The surface temperature of quail is directly correlated with the ambient temperature, as efficient heat dissipation requires a temperature gradient between the bird’s body surface and its environment. Heat naturally flows from warmer to colder areas, facilitating thermal regulation [8]. The surface-to-environment thermal gradient quantifies the bird’s heat dissipation capacity, reflecting the difference between body surface temperature and ambient temperature. Our findings indicate that during the initial laying phase, birds supplemented with phytase overdoses (1500 and 3000 FTU) exhibited a higher thermal gradient, suggesting enhanced thermolysis efficiency compared to other groups.

During peak laying, birds experience increased metabolic heat production due to the high physiological demand for egg production. Our results indicate that phytase supplementation at 3000 FTU led to a linear increase in the surface-to-environment thermal gradient, suggesting enhanced heat dissipation efficiency. Additionally, birds housed in the thermoneutral environment (24 °C) exhibited a progressive increase in thermal exchange efficiency over the production cycles, as evidenced by the gradual rise in the surface-to-environment thermal gradient. This finding highlights the adaptive thermoregulatory advantage provided by a stable thermal environment, allowing birds to maintain efficient heat dissipation mechanisms throughout the laying period.

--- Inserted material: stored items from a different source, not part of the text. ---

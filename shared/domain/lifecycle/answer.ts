import { ACTION_FACTS, isInTable, SLING_ACTIONS, type SlingAction } from './actions';
import type { Actor, LifecycleFacts, Unmet } from './facts';
import {
  acceptNeeds,
  departNeeds,
  destroyedElsewhereNeeds,
  listUnmet,
  releaseNeeds,
  returnNeeds,
  sendAloneNeeds,
} from './needs';
import { STATE_FACTS } from './states';

export interface ActionAnswer {
  action: SlingAction;
  /** True when nothing but the act's own input is missing. */
  open: boolean;
  unmet: Unmet[];
}

export function hasRoleFor(action: SlingAction, actor: Pick<Actor, 'roles'>): boolean {
  return ACTION_FACTS[action].by.some((role) => actor.roles.includes(role));
}

/** Two people: whoever placed a reason doesn't release it, whoever condemned a sling doesn't destroy it (rule 3). */
export function findSamePerson(action: SlingAction, facts: LifecycleFacts, actor: Actor): Unmet | null {
  if (action === 'release' && facts.openReasons.some((reason) => reason.placedBy === actor.id)) {
    return {
      rule: 'same_person',
      message: 'You placed a reason of this hold, so another inspector has to release it.',
    };
  }
  if (action === 'destroy' && facts.condemnedBy === actor.id) {
    return { rule: 'same_person', message: 'You condemned this sling, so another person has to destroy it.' };
  }
  return null;
}

/** What the facts still lack for this action, the act's own input left aside. */
export function listUnmetNeeds(action: SlingAction, facts: LifecycleFacts, actor: Actor): Unmet[] {
  switch (action) {
    case 'accept':
      return listUnmet(acceptNeeds, facts, actor);
    case 'release':
      return listUnmet(releaseNeeds(facts), facts, actor);
    case 'return_to_service':
      return listUnmet(returnNeeds, facts, actor);
    case 'send':
      return listUnmet(sendAloneNeeds, facts, actor);
    case 'destroyed_by_evaluator':
      return listUnmet(destroyedElsewhereNeeds, facts, actor);
    case 'depart':
      return listUnmet(departNeeds, facts, actor);
    case 'hold':
    case 'secure':
    case 'condemn':
    case 'withdraw_as_error':
    case 'receive_back':
    case 'destroy':
    case 'report_lost':
    case 'found':
      return [];
  }
}

/** Is the action open to this person on this sling and, if not, why not: state, role, same person, needs. */
export function answerAction(action: SlingAction, facts: LifecycleFacts, actor: Actor): ActionAnswer {
  if (!isInTable(action, facts.state, facts.condemned)) {
    const state =
      facts.condemned && facts.state === 'held' ? 'condemned' : STATE_FACTS[facts.state].word.toLowerCase();
    return {
      action,
      open: false,
      unmet: [{ rule: 'state', message: `Not possible while the sling is ${state}.` }],
    };
  }
  const unmet: Unmet[] = [];
  if (!hasRoleFor(action, actor)) {
    unmet.push({ rule: 'role', message: `Needs a person with the role ${listRoles(action)}.` });
  }
  const samePerson = findSamePerson(action, facts, actor);
  if (samePerson) unmet.push(samePerson);
  unmet.push(...listUnmetNeeds(action, facts, actor));
  return { action, open: unmet.length === 0, unmet };
}

function listRoles(action: SlingAction): string {
  const roles: readonly string[] = ACTION_FACTS[action].by;
  return roles.length === 1 ? (roles[0] ?? '') : `${roles.slice(0, -1).join(', ')} or ${roles.at(-1) ?? ''}`;
}

/** The answer for every action of the table, in its order. */
export function answerActions(facts: LifecycleFacts, actor: Actor): ActionAnswer[] {
  return SLING_ACTIONS.map((action) => answerAction(action, facts, actor));
}
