import { useMutation } from '@tanstack/react-query';
import type { SlingAction } from '../../../../shared/domain/lifecycle/actions';
import { actionResponse, type ActionBodies, type ActionResponse } from '../../../../shared/schemas/actions';
import type { Sling } from '../../../../shared/schemas/slings';
import { api } from '../../../lib/apiClient';
import { useRetryKey } from '../../../lib/useRetryKey';

/** One action of the lifecycle table on one sling, guarded by the version that the person was shown. */
export function useAct<A extends SlingAction>(sling: Pick<Sling, 'id' | 'version'>, action: A) {
  const retryKey = useRetryKey();
  return useMutation({
    mutationFn: (body: ActionBodies[A]): Promise<ActionResponse> =>
      api.send('POST', `/slings/${sling.id}/actions/${action}`, body, actionResponse, {
        // Removing from service is never refused for being late: concurrent holds all count
        ifMatch: action === 'hold' ? undefined : sling.version,
        idempotencyKey: retryKey.take(body),
      }),
    onSettled: (_, error) => retryKey.settle(error),
  });
}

The efficiency of heat exchange through sensible mechanisms is directly proportional to the temperature differential between the bird’s surface and the surrounding environment. As observed in this study, heat flux via sensible mechanisms relies on a favorable thermal gradient, as a narrower temperature difference reduces the effectiveness of heat dissipation [32]. At an ambient temperature of approximately 21 °C, birds can dissipate up to 75% of their metabolic heat through sensible pathways. However, as the ambient temperature approaches the bird’s surface temperature, the sensible mechanisms become less effective, shifting thermoregulation reliance toward evaporative mechanisms, particularly respiratory evaporation [33,34]. This transition underscores the importance of maintaining a sufficient thermal gradient to optimize heat dissipation and prevent thermal stress in poultry production systems.

5. Conclusions

The thermal environment critically influences the physiological responses and welfare of Japanese quails during the production cycle. Our results demonstrated that dietary supplementation with phytase above 1500 FTU/kg⁻¹ in a severe heat stress environment (36 °C) effectively contributes to heat dissipation through convective (2221 FTU) and radiative (2500 FTU) mechanisms, aiding in the thermoregulation of Japanese quails during the egg production phase.

Additionally, phytase overdosing significantly reduced the cloacal temperature and optimized core-to-surface and surface-to-environment thermal gradients, indicating improved thermal homeostasis. These findings suggest that nutritional interventions with exogenous enzymes can mitigate the negative impact of heat stress, thereby promoting greater physiological resilience in quails exposed to elevated ambient temperatures.

Overall, the strategic inclusion of phytase overdoses represents a viable nutritional tool to enhance heat tolerance and welfare in quails, mitigating the adverse effects of heat stress and supporting the optimal performance during the production phase.